# Best finish for alder?



## rlb1961 (Mar 9, 2011)

I am starting a new project - I am going to build a set of barrister bookcases to hold all of my woodworking magazines and books. I decided to build them out of knotty alder because it is pretty inexpensive out here, and I liked the appearance of some projects I have seen that were done in knotty alder. But having never used it before, I am at a loss to decide how to finish it. Does anyone have any suggestions or perhaps some examples of work they have done with alder (plain or knotty)?


----------



## BreakingBoardom (Dec 18, 2009)

I built my daughter's crib out of alder, regular, not knotty. I used I believe Red Mahogany stain followed by polyurethane.
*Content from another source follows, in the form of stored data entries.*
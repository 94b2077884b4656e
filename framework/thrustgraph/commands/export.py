"""``thrustgraph export``: fly a model and write its results in the export formats (CSV, JSON, Parquet...).

The formats, their options (``--NAME FILE``) and what each file holds are
those of the export registry (:mod:`thrustgraph.outputs.exportformats`). CSV holds
every signal and every ledger term per output time, with the unit in each
header and ``#`` lines first naming the tool version, the plugin versions and
the model hash; JSON the summary, phases, events, audits, cautions, the
same provenance and the CSV's columns (``series``: name, unit, values); Parquet (with pyarrow) the CSV's columns with units in the
field metadata and the provenance in the schema metadata.
"""

from __future__ import annotations

import argparse
from pathlib import Path

from . import SUMMARIES
from ..kinds.displayunits import using
from ..base.errors import ThrustgraphError
from ..outputs.exportformats import EXPORTS
from .common import add_model_argument, add_out_dir_option, add_set_option, add_units_option, units_choice
from .outputs import (add_export_options, add_quiet_option, check_paths, default_stem, export_targets, fly_model,
                      load_checked, write_outputs)

NAME = "export"
HELP = SUMMARIES[NAME]


def add_arguments(p: argparse.ArgumentParser) -> None:
    add_model_argument(p)
    add_set_option(p)
    add_export_options(p)
    add_out_dir_option(p, f"write STEM{', STEM'.join(f.suffix for f in EXPORTS.values())} into DIR (a format "
                          "whose package is not installed is left out), STEM being the model file's name")
    add_units_option(p)
    add_quiet_option(p)


def main(args: argparse.Namespace) -> int:
    named = export_targets(args)
    if not (named or args.out_dir):
        raise ThrustgraphError("export: name at least one output. Fix: add "
                               f"{', '.join(f'--{name} FILE' for name in EXPORTS)} or --out-dir DIR")
    model, parsed = load_checked(args.model, args.overrides)
    choice = units_choice(args, parsed)
    targets: list[tuple[str, str | Path]] = []
    if args.out_dir:
        stem = Path(args.out_dir) / default_stem(model)
        for f in EXPORTS.values():
            if f.available():
                targets.append((f.name, stem.with_suffix(f.suffix)))
            else:
                print(f"{f.needs} is not installed: no {f.title} file ({f.install_hint()})")
    targets += named
    check_paths([path for _, path in targets], [args.out_dir])   # before flying
    result = fly_model(parsed, quiet=args.quiet)
    with using(choice):      # every file in the units of choice (the headers and metadata say which)
        outputs = [(path, EXPORTS[name].render(result)) for name, path in targets]  # all in memory before writing
    write_outputs(outputs, directories=[args.out_dir])
    if not result.success:
        print(f"note: {result.message}")
    return 0
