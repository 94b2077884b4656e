"""``thrustgraph calibrate``: fit model parameters to measured records and write a calibrated model file.

>>> split_condition("run2.csv:components.bottle.fill=0.3", ["run1.csv", "run2.csv"])
('run2.csv', 'components.bottle.fill', 0.3)
"""

from __future__ import annotations

import argparse
from typing import Any, Sequence

from . import SUMMARIES
from ..base.errors import ModelError
from .common import add_set_option, load_with_overrides, parse_override
from .compare import add_record_options, check_plot_names, mapping_from, parse_pair, prepared, read_records
from .outputs import check_paths, write_outputs

NAME = "calibrate"
HELP = SUMMARIES[NAME]


def add_arguments(p: argparse.ArgumentParser) -> None:
    p.add_argument("model", help="model file (TOML) or the name of a bundled scenario; its values are the start")
    p.add_argument("records", nargs="+", metavar="RECORD",
                   help="measured records (CSV with units in the headers), fitted all at once")
    p.add_argument("--fit", action="append", default=[], metavar="PATH=LOW..HIGH",
                   help='a parameter to fit and its bounds, e.g. --fit components.neck.discharge_coefficient=0.5..1.0 '
                        '--fit "components.bottle.gauge_pressure=4 bar..6 bar" (repeatable; at least one)')
    p.add_argument("--out", required=True, metavar="FILE",
                   help="write the calibrated model here (written only when the fit succeeds)")
    add_set_option(p)
    p.add_argument("--condition", action="append", default=[], metavar="RECORD:KEY=VALUE",
                   help='a setting that holds only for the test in RECORD, e.g. '
                        '--condition "run2.csv:components.bottle.gauge_pressure=6 bar" (repeatable)')
    add_record_options(p)
    fit = p.add_argument_group("the fit")
    fit.add_argument("--fit-start-time", metavar="BOUND",
                     help='also fit a correction of each record\'s start time within +-BOUND, e.g. "2 ms" (a level '
                          "trigger places a sudden release only to within a sample)")
    fit.add_argument("--weight", action="append", default=[], metavar="SIGNAL=NUMBER",
                     help="relative weight of a compared signal (default 1), e.g. --weight bottle.pressure=0.5")
    fit.add_argument("--scale-by", choices=("range", "noise"), default="range",
                     help="divide each signal's residual by its measured range (default), or by its own residual "
                          "spread after a first fit (noise: gives each signal equal statistical weight)")
    fit.add_argument("--confidence", type=float, default=0.95, metavar="LEVEL",
                     help="confidence level of the reported intervals (default 0.95)")
    fit.add_argument("--max-iterations", type=int, default=60, metavar="N",
                     help="most residual evaluations the solver may use before the fit is refused (default 60)")
    out = p.add_argument_group("output")
    out.add_argument("--report", metavar="FILE", help="write the fit (values, intervals, correlation) to JSON")
    out.add_argument("--plot", action="append", default=[], metavar="FILE",
                     help="write overlay and residual plots of the calibrated model (.png or .svg; repeatable)")
    out.add_argument("--quiet", action="store_true", help="no progress line on stderr")


def split_condition(text: str, records: Sequence[str]) -> tuple[str, str, Any]:
    """Split ``RECORD:KEY=VALUE`` into the record, the key path and the value."""
    for rec in sorted(records, key=len, reverse=True):
        if text.startswith(rec + ":"):
            key, value = parse_override(text[len(rec) + 1:])
            return rec, key, value
    raise ModelError(f"--condition {text}", "does not start with one of the records and a colon",
                     f"write RECORD:KEY=VALUE with RECORD one of {', '.join(records)}")


def load_model_set(model: Any, key: str, value: Any, text: str) -> None:
    """Set a --set value on the model, an error naming the option."""
    try:
        model.set(key, value)
    except ModelError as exc:
        raise exc.located(f"--set {text}") from None


def main(args: argparse.Namespace) -> int:
    from ..measured.calibrate import FitParameter, MeasuredRun, calibrate, compare_runs
    from ..measured.compare import plot_format, render_comparison
    from ..models.model import parse_model
    from ..models.modelfile import dumps_model, loads_model

    check_plot_names(args.plot)
    if args.max_iterations < 1:
        raise ModelError("--max-iterations", f"must be at least 1, got {args.max_iterations}",
                         "allow the solver some evaluations, e.g. --max-iterations 60 (the default)")
    if not 0.0 < args.confidence < 1.0:
        raise ModelError("--confidence", f"must be a level between 0 and 1, got {args.confidence:g}", "use e.g. 0.95")
    check_paths([args.out, args.report, *args.plot])   # before fitting: a bad path costs nothing
    if not args.fit:
        raise ModelError("--fit", "no parameter to fit",
                         "name one with its bounds, e.g. --fit components.neck.discharge_coefficient=0.5..1.0")
    # The model as its file has it is what the calibrated model starts from. A --set of a fitted parameter is its
    # starting value; any other --set is a condition of the tests (the stand's mount = "held"): applied to every
    # record's flights like --condition, recorded with the records, and kept out of the written model.
    model = load_with_overrides(args.model, [])
    fits = [FitParameter.parse(t) for t in args.fit]
    fitted = {fp.path for fp in fits}
    stand: dict[str, Any] = {}
    for text in args.overrides:
        key, value = parse_override(text)
        if key in fitted:
            load_model_set(model, key, value, text)
        else:
            stand[key] = value
    weights: dict[str, float] = {}
    for text in args.weight:
        name, raw = parse_pair(text, "--weight")
        try:
            weights[name] = float(raw)
        except ValueError:
            raise ModelError(f"--weight {text}", f"{raw!r} is not a number", "write e.g. --weight thrust=2") from None
    mapping = mapping_from(args, weights)
    named = {c.signal for c in mapping} | {c.column for c in mapping}
    for name in weights:
        if name not in named:
            raise ModelError(f"--weight {name}", "names no mapped signal or column", "weigh a signal given with --map")
    settings: dict[str, dict[str, Any]] = {r: dict(stand) for r in args.records}
    for text in args.condition:
        rec, key, value = split_condition(text, args.records)
        settings[rec][key] = value
    records = read_records(args.records, args)
    runs = []
    for path, record in zip(args.records, records):
        m = model.copy()
        for key, value in settings[path].items():
            m.set(key, value)
        _, rec = prepared(m, record, mapping, args)
        runs.append(MeasuredRun(rec, mapping, settings=settings[path], start=args.window_start, end=args.window_end))

    cal = calibrate(model, runs, fits, confidence=args.confidence, max_iterations=args.max_iterations,
                    progress=not args.quiet, scale=args.scale_by, start_time_bound=args.fit_start_time)
    calibrated = cal.calibrated_model()
    text = dumps_model(calibrated)
    loads_model(text, source=args.out)  # it must read back before it is written
    print(f"thrustgraph: calibrating {model.name}")
    print()
    print(cal.report())
    if stand:
        shown = ", ".join(f"{k} = {v!r}" if isinstance(v, str) else f"{k} = {v}" for k, v in stand.items())
        print()
        print(f"Test conditions (--set) applied to every record and not written into {args.out}: {shown}. They are "
              f"recorded with each record in its [calibration] table; the calibrated model flies as its file "
              f"says otherwise.")
    outputs: list[tuple[str, Any]] = [(args.out, text)]
    if args.report:
        outputs.append((args.report, cal.to_json()))
    if args.plot:
        comps = compare_runs(calibrated, cal.runs)
        title = f"{model.name} calibrated: prediction against measurement"
        outputs += [(path, render_comparison(comps, plot_format(path), title=title)) for path in args.plot]
    write_outputs(outputs)   # the model, the report and the plots: all or none
    cautions = parse_model(calibrated).cautions()
    if cautions:
        print()
        print("Cautions")
        for c in cautions:
            print(f"  ! {c}")
    return 0
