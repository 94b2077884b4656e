"""``thrustgraph study``: sweeps, optimisation, dispersion and sensitivities of a model, on any engine.

The study comes from the model's ``[study]`` table, from the options, or
both (options replace what the table says for the same item). The table of
designs is written as CSV (``--table``) and the plots into a directory
(``--plots``); every output path is checked before the first design flies.
Ctrl-C or SIGTERM stops the study and still writes the designs already
flown (the rest are marked "not run"); the exit status is then 130 (143 for
SIGTERM). A study stopped before any design flew writes nothing, so an
earlier table at the same path is kept, never replaced by an empty one.
docs/studies.md describes the options and the ``[study]`` table.
"""

from __future__ import annotations

import argparse
import math
import os
import sys
from dataclasses import replace
from typing import Any

from . import SUMMARIES
from ..base.errors import ModelError
from ..base.interrupts import exit_status
from ..models.model import ParsedModel
from ..balance.outcomes import OUTCOMES, check_outputs, default_outputs
from ..studies.studykinds import STUDY_KINDS, StudyRun, lookup, read_study
from ..studies.studyspec import Limit, Spread, StudyDefinition, Vary
from ..studies.tablestream import StreamedTable, TableStream
from ..base.outputfiles import write_all
from .common import add_model_argument, add_set_option
from .outputs import add_quiet_option, check_paths, load_checked, need_matplotlib

NAME = "study"
HELP = SUMMARIES[NAME]


def add_arguments(p: argparse.ArgumentParser) -> None:
    add_model_argument(p)
    p.add_argument("kind", nargs="?", default=None, choices=tuple(STUDY_KINDS) + (None,), metavar="KIND",
                   help=f"which study: {', '.join(STUDY_KINDS)} (default: the one in the model's [study] table)")
    add_set_option(p)
    g = p.add_argument_group("what to vary")
    g.add_argument("--vary", action="append", default=[], metavar="PATH=VALUES",
                   help='a parameter and its values: "components.bottle.fill=0.1..0.6 in 11" (a sweep), '
                        '"components.bottle.gauge_pressure=3 bar, 4 bar", bounds "PATH=LOW..HIGH" (an '
                        "optimisation) or just PATH (a sensitivity); repeatable")
    g.add_argument("--combine", choices=("grid", "list"), default=None,
                   help="sweep every combination (grid, the default) or the n-th values together (list)")
    g.add_argument("--spread", action="append", default=[], metavar="PATH=DISTRIBUTION",
                   help='a dispersion: "environment.medium.wind_x=normal(mean=0 m/s, sd=2 m/s)", '
                        '"launch.elevation=normal(sd=1 deg)", "PATH=uniform(LOW, HIGH)", '
                        '"PATH=triangular(LOW, MODE, HIGH)"; repeatable')
    g.add_argument("--samples", type=int, default=None, help="designs drawn for a dispersion (default 1000)")
    g.add_argument("--seed", type=int, default=None, help="seed of the dispersion's random draws (default 0)")
    o = g.add_mutually_exclusive_group()
    o.add_argument("--maximise", "--maximize", metavar="OUTCOME", default=None, help="optimise: the outcome to raise")
    o.add_argument("--minimise", "--minimize", metavar="OUTCOME", default=None, help="optimise: the outcome to lower")
    g.add_argument("--limit", action="append", default=[], metavar="LIMIT",
                   help='optimise subject to "peak_acceleration <= 60 g0", "guide_exit_speed >= 12 m/s", '
                        '"peak_vessel_pressure <= 6 bar"; repeatable')
    g.add_argument("--method", default=None, help="optimisation method: slsqp (default) or differential-evolution")
    g.add_argument("--start", choices=("grid", "model"), default=None,
                   help="SLSQP starts from the best point of a coarse grid (default) or the model's values")
    g.add_argument("--step", type=float, default=None,
                   help="sensitivity: finite-difference step as a fraction of each value (default 0.001)")
    g.add_argument("--outputs", default=None, metavar="NAMES",
                   help=f"outcome columns, comma separated, of: {', '.join(OUTCOMES)} (default: "
                        f"{', '.join(default_outputs())})")
    r = p.add_argument_group("where to fly")
    r.add_argument("--engine", default="auto", choices=("auto", "serial", "processes", "dask"),
                   help="this process (serial), a pool of local processes (processes) or a Dask cluster (dask); "
                        "auto picks a pool for mid-size studies")
    r.add_argument("--flights", default="auto", choices=("auto", "single", "ensemble"),
                   help="fly each design alone (single) or each chunk as one vectorised ensemble; auto uses the "
                        "ensemble from a few hundred designs when the model's devices support it")
    r.add_argument("--workers", type=int, default=None, help="processes of the local pool (default: one per core)")
    r.add_argument("--scheduler", default=None, metavar="ADDRESS",
                   help="address of the Dask scheduler, e.g. tcp://10.0.0.5:8786 (implies --engine dask)")
    r.add_argument("--wait", type=float, default=10.0, metavar="SECONDS",
                   help="how long to wait for the Dask scheduler before giving up (default 10 s)")
    r.add_argument("--chunk", type=int, default=None, metavar="N", help="designs per chunk sent to a worker")
    w = p.add_argument_group("results")
    w.add_argument("--table", metavar="FILE", help="write every design and its outcomes to FILE (CSV)")
    w.add_argument("--summary", metavar="FILE",
                   help="write the study's summary to FILE (CSV): sensitivities, dispersion statistics")
    w.add_argument("--plots", metavar="DIR", help="draw the study's plots (PNG) into DIR")
    add_quiet_option(p)


def _definition(args: argparse.Namespace, model: Any) -> StudyDefinition:
    kind = args.kind
    if kind is None and not model.study:
        guess = ("sweep" if args.vary and not (args.maximise or args.minimise) else
                 "optimise" if (args.maximise or args.minimise) else "dispersion" if args.spread else None)
        if guess is None:
            raise ModelError("study", "the model has no [study] table and the command names no study",
                             "say which study, e.g. 'thrustgraph study MODEL sweep --vary "
                             "\"components.bottle.fill=0.1..0.6 in 11\"' (docs/studies.md)")
        kind = guess
    base = read_study(model.study, kind, source=model.source or "")
    if base is None:
        raise ModelError(f"{model.source}: study" if model.source else "study", "holds no study",
                         "add e.g. [study.sweep] or name the study on the command line")
    kw: dict[str, Any] = {}
    if args.vary:
        kw["vary"] = tuple(Vary.parse(v) for v in args.vary)
    if args.combine:
        kw["combine"] = args.combine
    if args.spread:
        kw["spreads"] = tuple(Spread.parse(s) for s in args.spread)
    if args.samples is not None:
        if args.samples < 1:
            raise ModelError("--samples", f"must be at least 1, got {args.samples}", "use e.g. --samples 1000")
        kw["samples"] = args.samples
    if args.seed is not None:
        if args.seed < 0:
            raise ModelError("--seed", f"must be at least 0, got {args.seed}", "use e.g. --seed 1")
        kw["seed"] = args.seed
    if args.maximise or args.minimise:
        name = args.maximise or args.minimise
        check_outputs([name], where="--maximise" if args.maximise else "--minimise")
        kw["objective"], kw["maximise"] = name, bool(args.maximise)
    if args.limit:
        kw["limits"] = tuple(Limit.parse(s) for s in args.limit)
    if args.method:
        kw["method"] = args.method
    if args.step is not None:
        if not 0.0 < args.step < 0.5:
            raise ModelError("--step", f"must be a fraction between 0 and 0.5, got {args.step}", "use e.g. 0.001")
        kw["step"] = args.step
    if args.outputs:
        kw["outputs"] = tuple(check_outputs([s.strip() for s in args.outputs.split(",") if s.strip()],
                                            where="--outputs"))
    if args.start:
        kw["start"] = args.start
    return replace(base, **kw)


def _run_options(args: argparse.Namespace) -> dict[str, Any]:
    """Where and how to fly (options of :func:`thrustgraph.studies.studies.evaluate`), checked."""
    engine = "dask" if args.scheduler and args.engine in ("auto", "dask") else args.engine
    if engine == "dask" and not args.scheduler:
        raise ModelError("--engine dask", "needs the address of a Dask scheduler",
                         "add --scheduler tcp://HOST:8786 (start one with 'dask scheduler')")
    if args.workers is not None and args.workers < 1:
        raise ModelError("--workers", f"must be at least 1, got {args.workers}", "give a positive number")
    if args.chunk is not None and args.chunk < 1:
        raise ModelError("--chunk", f"must be at least 1, got {args.chunk}", "give a positive number")
    if not (math.isfinite(args.wait) and args.wait > 0):
        raise ModelError("--wait", f"must be a positive number of seconds, got {args.wait:g}", "use e.g. --wait 10")
    return dict(engine=engine, flights=args.flights, workers=args.workers, scheduler=args.scheduler,
                timeout=args.wait, chunk_size=args.chunk, quiet=args.quiet)


def main(args: argparse.Namespace) -> int:
    if args.kind is None and args.model in STUDY_KINDS and not os.path.exists(args.model):
        args.kind, args.model = args.model, None      # "thrustgraph study sweep ...": the bundled model
    if args.plots:
        need_matplotlib()
    model, parsed = load_checked(args.model, args.overrides)
    d = _definition(args, model)
    kind = lookup(d.kind)
    run = _run_options(args)
    if args.summary and not kind.summary:
        raise ModelError("--summary", f"a {d.kind} has no summary table", "use --table for its designs")
    check_paths([args.table, args.summary], [args.plots])   # before the first design flies
    if args.table and kind.streams:   # rows go to the file as they fly; it is put in place with the rest
        run["table"] = TableStream(args.table)
    done = kind.run(model, d, run)
    _print_study(done, d, parsed, run["engine"], args.flights)
    table = done.table
    nothing_flew = table.interrupted and table.counts["ok"] == 0
    _write_results(done, args, nothing_flew)
    cautions = parsed.cautions()
    if cautions:
        print()
        print("Cautions")
        for c in cautions:
            print(f"  ! {c}")
    if table.interrupted:
        flown = len(table) - table.counts["not run"]
        where = f"; wrote them to {args.table}" if args.table and not nothing_flew else ""
        print(f"thrustgraph: interrupted: {flown} of {len(table)} designs were flown{where}", file=sys.stderr)
        return exit_status()
    return 0


def _print_study(done: StudyRun, d: StudyDefinition, parsed: ParsedModel, engine: str, flights: str) -> None:
    table = done.table
    print(f"thrustgraph study: {d.kind} of {parsed.model.name!r}")
    print(f"  {len(table)} designs ({table.counts['ok']} flew, {table.counts['screened']} screened) on "
          f"{getattr(table, 'engine', '') or engine}, flights {getattr(table, 'flights', '') or flights}")
    print()
    print(done.text)
    screened = table.screened()[:8]
    count = table.counts["screened"]
    if count:
        print()
        print(f"Screened designs ({count}):")
        for i, note in screened:
            vals = ", ".join(p.text(table.x[i, j]) for j, p in enumerate(table.params))
            print(f"  design {i} ({vals}): {note}")
        if count > len(screened):
            print(f"  ... and {count - len(screened)} more (see the table)")


def _write_results(done: StudyRun, args: argparse.Namespace, nothing_flew: bool) -> None:
    """The table, the summary and the plots: all or none; none when no design flew (an empty table must not
    replace a good one from an earlier run). A streamed table is already staged: it is put in place with the
    rest."""
    streamed = isinstance(done.table, StreamedTable)
    outputs: list[tuple[str, Any]] = []
    if args.table and not streamed:
        outputs.append((args.table, done.table.to_csv()))
    if args.summary and done.summary_csv is not None:
        outputs.append((args.summary, done.summary_csv))
    if args.plots:
        from ..outputs.studyplots import render_study_plots

        outputs += render_study_plots(done.result, args.plots)
    print()
    if not nothing_flew:
        files = [done.table.file] if streamed and done.table.file is not None else []
        if streamed:
            done.table.file = None    # write_all owns it now: it puts it in place or drops it
        write_all(outputs, directories=[args.plots] if args.plots else [], streams=files)
        for path in ([args.table] if files else []) + [p for p, _ in outputs]:
            print(f"wrote {path}")
        return
    if streamed:
        done.table.discard()
    shown = ([args.table] if streamed else []) + [p for p, _ in outputs]
    if shown:
        print(f"thrustgraph: no design flew before the study was stopped: nothing was written (an existing "
              f"{', '.join(str(p) for p in shown[:2])}{' ...' if len(shown) > 2 else ''} was left as "
              "it was)", file=sys.stderr)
You can see the project here:


----------



## Nomad62 (Apr 20, 2010)

Alder is relatively soft, I would recommend a covering finish such as poly, shellac, or an epoxy to help protect it from dents and whatnot.


----------



## DLCW (Feb 18, 2011)

Having done many projects from alder I've learned that it acts a lot like pine, maple and cherry in regards to staining. It blotches pretty bad. The way around this is to use dyes instead of stain. Also, if you use a clear coat finish that provides some toning (like conversion varnish or amber or garnet shellac) you can make it look beautiful. If using shellac, make sure you put a durable clear coat over it. Water borne poly dries perfectly clear so if you get the exact coloring you want, use that to clear coat.


----------



## rlb1961 (Mar 9, 2011)

Thanks for the input from everyone. I made up some test boards and tried a few different methods. Here is the finishing schedule I came up with:

Sand to 180 grit and seal with Zinsser Seal Coat.
Lightly sand with 220 grit.
Stain with General Finishes Gel Stain (Antique Walnut). Wait 5 minutes and wipe off excess. Buff with clean rag.
Spray on 2 light coats of dewaxed shellac to seal the stain coat. Allow to dry and sand with 400 grit.
Brush on 2 coats of full strenth oil-based satin polyurethane, sanding lightly with 400 grit after each coat has dried.
Apply 2 coats of satin wipe-on poly.
Allow the final coat to dry thoroughly (at least 24 hours), then apply paste wax with #0000 steel wool and buff out with more steel wool and finally a clean rag.

The process is a bit complicated, but I get a nice finish that doesn't blotch and looked hand-rubbed. I'll post some pictures when the project is completed.


----------